# Redfish beat down



## The_REAL_Pole_benda (Feb 19, 2009)

Well, my friend Bucky and I made the drive from Bossier City early in the morning and was in the water by 0630am. We stayed in the Big Lake vicinity and within 5 mins of dropping the trolling motor we ended up catching this guy. He rolled on my black and chartreuse skitterwalk several times before backing off, then Bucky followed up with new penny gulp and drop it on his head. He took the bait and after about a min the fish was in the boat. Here it is.














We continued down the flat, with Bucky still armed with a new penny GULP! rigged weedless and me with my skitterwalk. This time 2 rolls from this was enough and he couldn't resist the lure the 3rd time and engulfed it. After a short fight he was boat side and netted by Bucky.














We worked this flat, following mullet and the redfish were sitting right under them for a stretch for about 300-400yds. The sun was starting to peek out slowly and the fish decided what they didn't want any of our offerings. So I switched things up and opt for a cajun thunder with "chicken on a chain" cocahoe minnow suspended beneath it. This was the ticket as they didnt want to bite any other colors. Here is another red that we boated after switching baits.

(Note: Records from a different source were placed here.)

def test_face_too_large_for_the_fine_grid_falls_back_with_the_coarse_margin(monkeypatch):
    # A structure whose lambda/13 fed face would exceed NEC-2's segment bound takes the
    # lambda/10 face and that grid's larger margin (COARSE_GAIN_UNCERTAINTY_DB, 1.8 dB:
    # plate-probe +1.72 dB on the axis with it, openEMS v0.0.35).  The bound is lowered
    # here so that a small plate shows it.
    args = {"ground": "plate", "ground_size_m": (0.12, 0.12)}
    fine = FiniteGroundMonopole(F_HZ, 1.0, 0.030, **args)
    coarse = FiniteGroundMonopole(F_HZ, 1.0, 0.030, fed_face_segment_wavelengths=0.1, **args)
    n_fine, n_coarse = fine.structure.segment_count, coarse.structure.segment_count
    assert n_coarse < n_fine
    monkeypatch.setattr(moment, "MAX_SEGMENTS", n_coarse)
    fallback = FiniteGroundMonopole(F_HZ, 1.0, 0.030, **args)
    assert fallback.structure.segment_count == n_coarse
    assert fallback.fed_face_segment_m == pytest.approx(LAM / 10, rel=1e-12)
    assert fallback.gain_uncertainty_db == 1.8 > fine.gain_uncertainty_db


def test_plate_fields_are_symmetric_for_a_centred_probe(plate_1):
    # Symmetry of the square plate about x = 0, y = 0 and the diagonal.
    p = np.array([[0.2, 0.07, 0.1], [-0.2, 0.07, 0.1], [0.2, -0.07, 0.1], [0.07, 0.2, 0.1]])
    s = _density(plate_1, p)
    assert s == pytest.approx(np.full(4, s[0]), rel=1e-3)


def test_fields_behind_the_plate_are_finite_and_not_zero(plate_1):
    pts = np.array([[0.0, 0.0, -0.3], [0.1, 0.1, -1.0], [0.0, 0.0, -0.02]])
    s = _density(plate_1, pts)
    assert np.all(np.isfinite(s)) and np.all(s > 1e-3)
    # ... and weaker behind than in front at the same distance (front-to-back).
    assert _density(plate_1, np.array([[0.0, 0.3, 0.3]]))[0] > s[0]


# ------------------------------------------------------------------ placement and geometry
def test_placement_rotates_the_fields(box):
    # The same box with axis +x and up +z: fields at rotated points are the rotated ones.
    placement = Placement.from_axes([0.5, -0.2, 1.0], [1.0, 0.0, 0.0], [0.0, 0.0, 1.0])
    turned = FiniteGroundMonopole(F_HZ, 1.0, 0.030, placement=placement, **BOX)
    local = np.array([[0.1, 0.2, 0.3], [0.0, 0.0, -0.4], [-0.3, 0.0, -0.1]])
    glob = placement.position_m + local @ placement.rotation.T
    e0, h0 = box.fields(local)
    e1, h1 = turned.fields(glob)
    assert np.allclose(e1, e0 @ placement.rotation.T, rtol=1e-9, atol=1e-12)
    assert np.allclose(h1, h0 @ placement.rotation.T, rtol=1e-9, atol=1e-12)
    # Contract: width along up x axis = +y here; the face spans y in [-0.3, -0.1],
    # z in [0.955, 1.045], and the box x in [0.35, 0.5].
    assert turned.inside_or_on(np.array([[0.45, -0.11, 1.0], [0.45, -0.2, 1.06]])).tolist() == [
        True,
        False,
    ]


def test_offset_moves_the_face_not_the_probe():
    # Contract: ground_offset_m = [0.05, 0] puts the base 5 cm from the face centre
    # towards +y (axis +x, up +z): the face centre at position - 0.05 * (up x axis).
    placement = Placement.from_axes([0.0, 0.0, 1.0], [1.0, 0.0, 0.0], [0.0, 0.0, 1.0])
    m = FiniteGroundMonopole(F_HZ, 1.0, 0.030, placement=placement, **SMALL_BOX)
    # Face 0.10 x 0.06 m with the base 0.02 m off centre: y in [-0.07, 0.03],
    # z in [0.97, 1.03]; box x in [-0.05, 0].
    inside = m.inside_or_on(np.array([[-0.03, -0.06, 1.0], [-0.03, 0.04, 1.0], [-0.03, 0.0, 1.0]]))
    assert inside.tolist() == [True, False, True]


def test_largest_dimension_is_the_diagonal(box, plate_1):
    assert box.largest_dimension_m == pytest.approx(math.sqrt(0.2**2 + 0.09**2 + 0.18**2))
    assert plate_1.largest_dimension_m == pytest.approx(
        math.sqrt(2 * LAM**2 + (LAM / 4) ** 2), rel=1e-9
    )


def test_inside_or_on_marks_the_box_the_plate_and_the_wire(box, plate_1):
    pts = np.array(
        [
            [0.0, 0.0, -0.07],  # inside the box
            [0.0, 0.0, 0.0005],  # on the face
            [0.0005, 0.0, 0.02],  # on the probe
            [0.0, 0.0, 0.04],  # above the probe tip
            [0.2, 0.0, -0.07],  # beside the box
            [0.0, 0.0, -0.16],  # behind it
        ]
    )
    assert box.inside_or_on(pts).tolist() == [True, True, True, False, False, False]
    assert plate_1.inside_or_on(pts).tolist() == [False, True, True, False, False, False]


def test_the_solution_is_solved_once_and_is_deterministic(box):
    before = moment._solve_cached.cache_info().misses
    again = FiniteGroundMonopole(F_HZ, 1.0, 0.030, **BOX)
    # No new NEC-2 run: the same geometry, frequency and power reuse the solved structure.
    assert moment._solve_cached.cache_info().misses == before
    assert np.array_equal(again.solution.centre_currents_a, box.solution.centre_currents_a)


# ------------------------------------------------------------------ input checking
@pytest.mark.parametrize(
    ("kwargs", "parameter"),
    [
        ({"ground_size_m": (0.0, 0.09)}, "ground_size_m"),
        ({"ground_size_m": (0.2,)}, "ground_size_m"),
        ({"ground_offset_m": (0.11, 0.0)}, "ground_offset_m"),
        ({"box_depth_m": -0.1}, "box_depth_m"),
        ({"ground": "disc"}, "ground"),
        ({"ground": "plate"}, "box_depth_m"),
        ({"ground_size_m": (20.0, 20.0)}, "ground_size_m"),
    ],
)
def test_model_rejects_bad_geometry(kwargs, parameter):
    args = {**BOX, **kwargs}
    with pytest.raises(ModelInputError) as err:
        FiniteGroundMonopole(F_HZ, 1.0, 0.030, **args)
    assert err.value.parameter == parameter


SCENARIO = """
name = "box probe"
[[source]]
antenna = "monopole"
power_w = 1.0
position_m = [0.0, 0.0, 1.0]
axis = [1.0, 0.0, 0.0]
length_m = 0.030
{extra}
"""
GOOD_BOX = """ground = "box"
ground_size_m = [0.10, 0.06]
ground_up = [0.0, 0.0, 1.0]
ground_offset_m = [0.02, 0.0]
box_depth_m = 0.05"""


def _load(tmp_path, extra):
    path = tmp_path / "s.toml"
    path.write_text(SCENARIO.format(extra=extra), encoding="utf-8")
    return load_scenario(path)


def test_scenario_builds_the_box_with_the_contract_keys(tmp_path):
    sc = _load(tmp_path, GOOD_BOX)
    rad = sc.sources[0].radiator
    assert isinstance(rad, FiniteGroundMonopole) and rad.ground == "box"
    assert rad.ground_offset_m == (0.02, 0.0) and rad.box_depth_m == 0.05
    # Default ground_up is +z for a horizontal probe: the same model.
    default_up = GOOD_BOX.replace("ground_up = [0.0, 0.0, 1.0]\n", "")
    rad2 = _load(tmp_path, default_up).sources[0].radiator
    assert np.allclose(rad2.placement.rotation, rad.placement.rotation)
    # ground = "infinite" (or no ground key) keeps the infinite-plane monopole.
    assert isinstance(_load(tmp_path, 'ground = "infinite"').sources[0].radiator, Monopole)


@pytest.mark.parametrize(
    ("change", "key", "fragment"),
    [
        (
            ("ground_up = [0.0, 0.0, 1.0]", "ground_up = [0.3, 0.0, 1.0]"),
            "ground_up",
            "perpendicular",
        ),
        (
            ("ground_offset_m = [0.02, 0.0]", "ground_offset_m = [0.06, 0.0]"),
            "ground_offset_m",
            "off",
        ),
        (("ground_size_m = [0.10, 0.06]", "ground_size_m = [0.10, 0.0]"), "ground_size_m", "> 0"),
        (("ground_size_m = [0.10, 0.06]", "ground_size_m = [0.10]"), "ground_size_m", "two"),
        (("ground_size_m = [0.10, 0.06]", ""), "ground_size_m", "required"),
        (('ground = "box"', 'ground = "plate"'), "box_depth_m", "box"),
        (("box_depth_m = 0.05", ""), "box_depth_m", "required"),
        (("box_depth_m = 0.05", "box_depth_m = 0.0"), "box_depth_m", "> 0"),
        (('ground = "box"', 'ground = "boxx"'), "ground", "box"),
        (('ground = "box"', 'ground = "infinite"'), "ground_size_m", "infinite"),
        (("ground_up = [0.0, 0.0, 1.0]", "ground_up = [0.0, 0.0, 0.0]"), "ground_up", "zero"),
    ],
)
def test_scenario_rejects_bad_ground_keys(tmp_path, change, key, fragment):
    with pytest.raises(ScenarioError) as err:
        _load(tmp_path, GOOD_BOX.replace(*change))
    text = str(err.value)
    assert "s.toml" in text and f"source.1.{key}" in text and fragment in text


def test_cli_exits_2_naming_the_file_and_key(tmp_path):
    from ._cli import run

    path = tmp_path / "bad.toml"
    path.write_text(
        SCENARIO.format(extra=GOOD_BOX.replace("[0.0, 0.0, 1.0]", "[1.0, 0.0, 1.0]")),
        encoding="utf-8",
    )
    res = run("probe", path, "--at", "1,0,1")
    assert res.exit_code == 2
    assert "bad.toml" in res.stderr and "ground_up" in res.stderr
    assert "Traceback" not in res.stderr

We kept drifting this flat and boated easily over 30 reds and 2 trout, with the size varying 18-30" for the reds and 20&22" for the trout.


----------



## flyfishjeep (May 6, 2008)

Great Catch! I bet you will have some good eating. Thanks for the pics.


----------



## ShooterChief (Apr 20, 2009)

Outstanding day on the water!



Thanks for all of the info.


----------